Reprint the entries without altering anything.

Source records:

Content starts

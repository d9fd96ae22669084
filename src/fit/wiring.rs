//! The circuits in service of one topology, as the measurements see them.

use super::meter::{Meter, Meters};
use crate::{
    feed::End,
    grid::{BusIndex, Circuit, Corridor, FROM, TO},
    network::{Branch, C64, Topology},
};

/// Bank states of a circuit whose branch is remembered.
const REMEMBERED: usize = 8;

/// A circuit in service.
#[derive(Debug)]
pub(super) struct Wire {
    pub buses: [BusIndex; 2],
    pub meters: [Meter; 4],
    pub branch: Branch,
    /// Conjugates of the branch admittances at nominal voltages, MVA: first bus, transfer, second bus.
    y: [C64; 3],
}

/// MW and Mvar at the first bus, MW and Mvar at the second; each with its derivatives by the first voltage, the second
/// (per unit of nominal) and the angle of the first bus against the second.
#[derive(Debug, Clone, Copy, Default)]
pub(super) struct Flow {
    pub s: [f64; 4],
    pub d: [[f64; 3]; 4],
}

/// What one topology joins.
#[derive(Debug)]
pub(super) struct Wiring {
    pub topology: Topology,
    /// By bus: the terminal that holds it, `TO` where both do; `None`: not in service.
    pub side: Vec<Option<BusIndex>>,
    pub wires: Vec<Wire>,
}

/// Branches of circuits by the state of their banks.
#[derive(Debug)]
pub(super) struct Branches(Vec<Vec<(Vec<bool>, Branch)>>);

impl Branches {
    pub fn new(corridor: &Corridor) -> Self {
        Self(vec![Vec::new(); corridor.circuits.len()])
    }

    fn of(&mut self, index: usize, circuit: &Circuit, inserted: &[bool]) -> Branch {
        let known = &mut self.0[index];
        if let Some((_, branch)) = known.iter().find(|(state, _)| state == inserted) {
            return *branch;
        }
        if known.len() == REMEMBERED {
            known.clear();
        }
        let branch = Branch::of(circuit, inserted);
        known.push((inserted.to_vec(), branch));
        branch
    }
}

impl Wire {
    /// S₁ = v₁²·Y₁₁* + v₁v₂·e^{jδ}·Y₁₂*, S₂ likewise (Abur & Expósito 2004, §2.5), with their derivatives.
    pub fn flow(&self, [v1, v2]: [f64; 2], angle: f64) -> Flow {
        let [y11, y12, y22] = self.y;
        let (sin, cos) = angle.sin_cos();
        let ahead = C64::new(cos, sin) * y12;
        let behind = C64::new(cos, -sin) * y12;
        let s1 = y11 * (v1 * v1) + ahead * (v1 * v2);
        let s2 = y22 * (v2 * v2) + behind * (v1 * v2);
        let d1 = [y11 * (2.0 * v1) + ahead * v2, ahead * v1, C64::i() * ahead * (v1 * v2)];
        let d2 = [behind * v2, y22 * (2.0 * v2) + behind * v1, -C64::i() * behind * (v1 * v2)];
        Flow {
            s: [s1.re, s1.im, s2.re, s2.im],
            d: [d1.map(|d| d.re), d1.map(|d| d.im), d2.map(|d| d.re), d2.map(|d| d.im)],
        }
    }

    /// Angle of the first bus against the second that MW at an end mean, on the stable side.
    pub fn angle_by_mw(&self, end: End, mw: f64, [v1, v2]: [f64; 2]) -> f64 {
        let [y11, y12, y22] = self.y;
        let through = match end {
            End::From => mw - v1 * v1 * y11.re,
            End::To => mw - v2 * v2 * y22.re,
        };
        // through = v₁v₂·|Y₁₂|·cos(angle + arg Y₁₂*), where the argument is near -90°, or 90° when overcompensated.
        let lean = y12.arg();
        let arc = (through / (v1 * v2 * y12.norm())).clamp(-1.0, 1.0).acos();
        let angle = -lean + arc.copysign(lean);
        match end {
            End::From => angle,
            End::To => -angle,
        }
    }
}

impl Wiring {
    pub fn new(corridor: &Corridor, topology: &Topology, meters: &Meters, branches: &mut Branches) -> Self {
        let side = sides(corridor, topology);
        let wire = |(index, circuit): (usize, &Circuit)| {
            let [first, second] = circuit.between;
            let branch = branches.of(index, circuit, &topology.inserted[index]);
            let [u1, u2] = circuit.between.map(|bus| corridor.buses[bus].nominal_kv);
            let y = [branch.y11 * (u1 * u1), branch.y12 * (u1 * u2), branch.y22 * (u2 * u2)].map(|y| y.conj());
            Wire { buses: [first, second], meters: meters.flow(index), branch, y }
        };
        let in_service =
            |(index, circuit): &(usize, &Circuit)| topology.closed[*index] && side[circuit.between[0]].is_some();
        let wires = corridor.circuits.iter().enumerate().filter(in_service).map(wire).collect();
        Self { topology: topology.clone(), side, wires }
    }

    /// Whether closed circuits join the terminals.
    pub fn joined(&self) -> bool {
        self.side[FROM] == Some(TO)
    }

    pub fn live(&self, bus: BusIndex) -> bool {
        self.side[bus].is_some()
    }
}

fn sides(corridor: &Corridor, topology: &Topology) -> Vec<Option<BusIndex>> {
    let mut side = vec![None; corridor.buses.len()];
    for terminal in [TO, FROM] {
        side[terminal] = side[terminal].or(Some(terminal));
        let mut grew = true;
        while grew {
            grew = false;
            for (circuit, _) in corridor.circuits.iter().zip(&topology.closed).filter(|(_, closed)| **closed) {
                let [a, b] = circuit.between;
                if side[a].is_some() != side[b].is_some() {
                    let held = side[a].or(side[b]);
                    (side[a], side[b]) = (held, held);
                    grew = true;
                }
            }
        }
    }
    side
}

Content ends

> **Reply**:
repository d9fd96ae22669084
filename src/fit/wiring.rs
//! The circuits in service of one topology, as the measurements see them.

use super::meter::{Meter, Meters};
use crate::{
    feed::End,
    grid::{BusIndex, Circuit, Corridor, FROM, TO},
    network::{Branch, C64, Topology},
};

/// Bank states of a circuit whose branch is remembered.
const REMEMBERED: usize = 8;

/// A circuit in service.
#[derive(Debug)]
pub(super) struct Wire {
    pub buses: [BusIndex; 2],
    pub meters: [Meter; 4],
    pub branch: Branch,
    /// Conjugates of the branch admittances at nominal voltages, MVA: first bus, transfer, second bus.
    y: [C64; 3],
}

/// MW and Mvar at the first bus, MW and Mvar at the second; each with its derivatives by the first voltage, the second
/// (per unit of nominal) and the angle of the first bus against the second.
#[derive(Debug, Clone, Copy, Default)]
pub(super) struct Flow {
    pub s: [f64; 4],
    pub d: [[f64; 3]; 4],
}

/// What one topology joins.
#[derive(Debug)]
pub(super) struct Wiring {
    pub topology: Topology,
    /// By bus: the terminal that holds it, `TO` where both do; `None`: not in service.
    pub side: Vec<Option<BusIndex>>,
    pub wires: Vec<Wire>,
}

/// Branches of circuits by the state of their banks.
#[derive(Debug)]
pub(super) struct Branches(Vec<Vec<(Vec<bool>, Branch)>>);

impl Branches {
    pub fn new(corridor: &Corridor) -> Self {
        Self(vec![Vec::new(); corridor.circuits.len()])
    }

    fn of(&mut self, index: usize, circuit: &Circuit, inserted: &[bool]) -> Branch {
        let known = &mut self.0[index];
        if let Some((_, branch)) = known.iter().find(|(state, _)| state == inserted) {
            return *branch;
        }
        if known.len() == REMEMBERED {
            known.clear();
        }
        let branch = Branch::of(circuit, inserted);
        known.push((inserted.to_vec(), branch));
        branch
    }
}

impl Wire {
    /// S₁ = v₁²·Y₁₁* + v₁v₂·e^{jδ}·Y₁₂*, S₂ likewise (Abur & Expósito 2004, §2.5), with their derivatives.
    pub fn flow(&self, [v1, v2]: [f64; 2], angle: f64) -> Flow {
        let [y11, y12, y22] = self.y;
        let (sin, cos) = angle.sin_cos();
        let ahead = C64::new(cos, sin) * y12;
        let behind = C64::new(cos, -sin) * y12;
        let s1 = y11 * (v1 * v1) + ahead * (v1 * v2);
        let s2 = y22 * (v2 * v2) + behind * (v1 * v2);
        let d1 = [y11 * (2.0 * v1) + ahead * v2, ahead * v1, C64::i() * ahead * (v1 * v2)];
        let d2 = [behind * v2, y22 * (2.0 * v2) + behind * v1, -C64::i() * behind * (v1 * v2)];
        Flow {
            s: [s1.re, s1.im, s2.re, s2.im],
            d: [d1.map(|d| d.re), d1.map(|d| d.im), d2.map(|d| d.re), d2.map(|d| d.im)],
        }
    }

    /// Angle of the first bus against the second that MW at an end mean, on the stable side.
    pub fn angle_by_mw(&self, end: End, mw: f64, [v1, v2]: [f64; 2]) -> f64 {
        let [y11, y12, y22] = self.y;
        let through = match end {
            End::From => mw - v1 * v1 * y11.re,
            End::To => mw - v2 * v2 * y22.re,
        };
        // through = v₁v₂·|Y₁₂|·cos(angle + arg Y₁₂*), where the argument is near -90°, or 90° when overcompensated.
        let lean = y12.arg();
        let arc = (through / (v1 * v2 * y12.norm())).clamp(-1.0, 1.0).acos();
        let angle = -lean + arc.copysign(lean);
        match end {
            End::From => angle,
            End::To => -angle,
        }
    }
}

impl Wiring {
    pub fn new(corridor: &Corridor, topology: &Topology, meters: &Meters, branches: &mut Branches) -> Self {
        let side = sides(corridor, topology);
        let wire = |(index, circuit): (usize, &Circuit)| {
            let [first, second] = circuit.between;
            let branch = branches.of(index, circuit, &topology.inserted[index]);
            let [u1, u2] = circuit.between.map(|bus| corridor.buses[bus].nominal_kv);
            let y = [branch.y11 * (u1 * u1), branch.y12 * (u1 * u2), branch.y22 * (u2 * u2)].map(|y| y.conj());
            Wire { buses: [first, second], meters: meters.flow(index), branch, y }
        };
        let in_service =
            |(index, circuit): &(usize, &Circuit)| topology.closed[*index] && side[circuit.between[0]].is_some();
        let wires = corridor.circuits.iter().enumerate().filter(in_service).map(wire).collect();
        Self { topology: topology.clone(), side, wires }
    }

    /// Whether closed circuits join the terminals.
    pub fn joined(&self) -> bool {
        self.side[FROM] == Some(TO)
    }

    pub fn live(&self, bus: BusIndex) -> bool {
        self.side[bus].is_some()
    }
}

fn sides(corridor: &Corridor, topology: &Topology) -> Vec<Option<BusIndex>> {
    let mut side = vec![None; corridor.buses.len()];
    for terminal in [TO, FROM] {
        side[terminal] = side[terminal].or(Some(terminal));
        let mut grew = true;
        while grew {
            grew = false;
            for (circuit, _) in corridor.circuits.iter().zip(&topology.closed).filter(|(_, closed)| **closed) {
                let [a, b] = circuit.between;
                if side[a].is_some() != side[b].is_some() {
                    let held = side[a].or(side[b]);
                    (side[a], side[b]) = (held, held);
                    grew = true;
                }
            }
        }
    }
    side
}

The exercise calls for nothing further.